Operation performed for the table to be defined

  • If data is added, updated, or deleted for the table:

    For the INSERT, UPDATE, and DELETE statements, processing performance is superior when the processing target is a row store table. If the INSERT, UPDATE, or DELETE statement is executed for a column store table, the retrieval performance might be degraded# after the statement is executed. Therefore, if you use SQL statements to add, update, and delete data as part of routine tasks, define a row store table.

Row store table

Size of table being defined

  • When the table will store a relatively small amount of data

    This applies to tables that store a relatively small amount of data, and to tables into which a relatively small amount of data is imported in a single import operation.
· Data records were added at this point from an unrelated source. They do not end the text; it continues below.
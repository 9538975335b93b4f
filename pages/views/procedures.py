"""The procedure page: the verdict computed now, step by step, beside the drawing."""

from __future__ import annotations

from typing import Any

from django.http import Http404, HttpRequest, HttpResponse
from django.shortcuts import render

from analysis import actions, selectors
from analysis.engine import ProcedureError
from inventory import selectors as records
from pages.access import viewer_required
from pages.views import drawing
from pages.views.common import get_site, site_input


def first_danger_finding(verdict: dict[str, Any]) -> dict[str, Any] | None:
    """The finding the verdict's ``first_danger`` points at (it carries the message)."""
    danger = verdict.get("first_danger")
    if not danger:
        return None
    step = next((s for s in verdict["steps"] if s["step"] == danger["step"]), None)
    for finding in step["findings"] if step else []:
        if finding["severity"] == "danger" and all(
            finding.get(k) == danger.get(k) for k in ("code", "stage", "ct", "device")
        ):
            return {**finding, "step": danger["step"]}
    return {**danger, "message": ""}


def with_worst(rows: list[dict[str, Any]]) -> list[dict[str, Any]]:
    """Each step row with ``worst``: the most severe of its findings (None without any)."""
    for row in rows:
        severities = {f["severity"] for f in row["findings"]}
        row["worst"] = next(
            (s for s in ("danger", "warning", "caution", "notice") if s in severities), None
        )
    return rows


def step_rows(verdict: dict[str, Any]) -> list[dict[str, Any]]:
    """The verdict's steps with what a row shows: its worst severity and readings."""
    return with_worst(
        [{**step, "readings": step.get("readings") or []} for step in verdict["steps"]]
    )


def procedure_context(site: Any, proc: Any) -> dict[str, Any]:
    doc, netlist = site_input(site)
    try:
        verdict = actions.procedure_check(doc, proc.code, netlist=netlist)
        error = None
    except ProcedureError as exc:
        verdict, error = None, str(exc)
    svgs = (
        drawing.procedure_drawings(netlist, verdict, devices=list(proc.devices or ()))
        if verdict is not None
        else []
    )
    steps = step_rows(verdict) if verdict else []
    for step, svg in zip(steps, svgs, strict=False):
        step["svg"] = svg
    row = selectors.procedure_verdict_rows(site_id=site.pk).get(proc.code)
    return {
        "site": site,
        "procedure": proc,
        "verdict": verdict,
        "error": error,
        "steps": steps,
        "danger": first_danger_finding(verdict) if verdict else None,
        "with_drawings": bool(svgs),
        "stored": row,
    }


@viewer_required
def procedure_page(request: HttpRequest, site: str, code: str) -> HttpResponse:
    """A stored procedure checked now (every transition included), its steps to walk."""
    obj = get_site(site)
    proc = records.procedures_queryset(site_id=obj.pk).filter(code=code).first()
    if proc is None:
        raise Http404(f"no procedure {code!r} at {site}")
    return render(request, "pages/procedure.html", procedure_context(obj, proc))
As a general rule, the size of the input data file to be imported into such a table will be less than 1 GB.

    Note that the size of the data in a row store table is approximately twice the size of the input data file. However, this varies according to the nature of the data being imported.

    Normally, the data in a row store table is larger than the same data in a column store table.

Row store table

  • When the table will store a large amount of data

    This applies to tables that store a large amount of data, and to tables into which a large amount of data is imported in a single import operation. As a general rule, such a table will have an input data file size of 1 GB or more.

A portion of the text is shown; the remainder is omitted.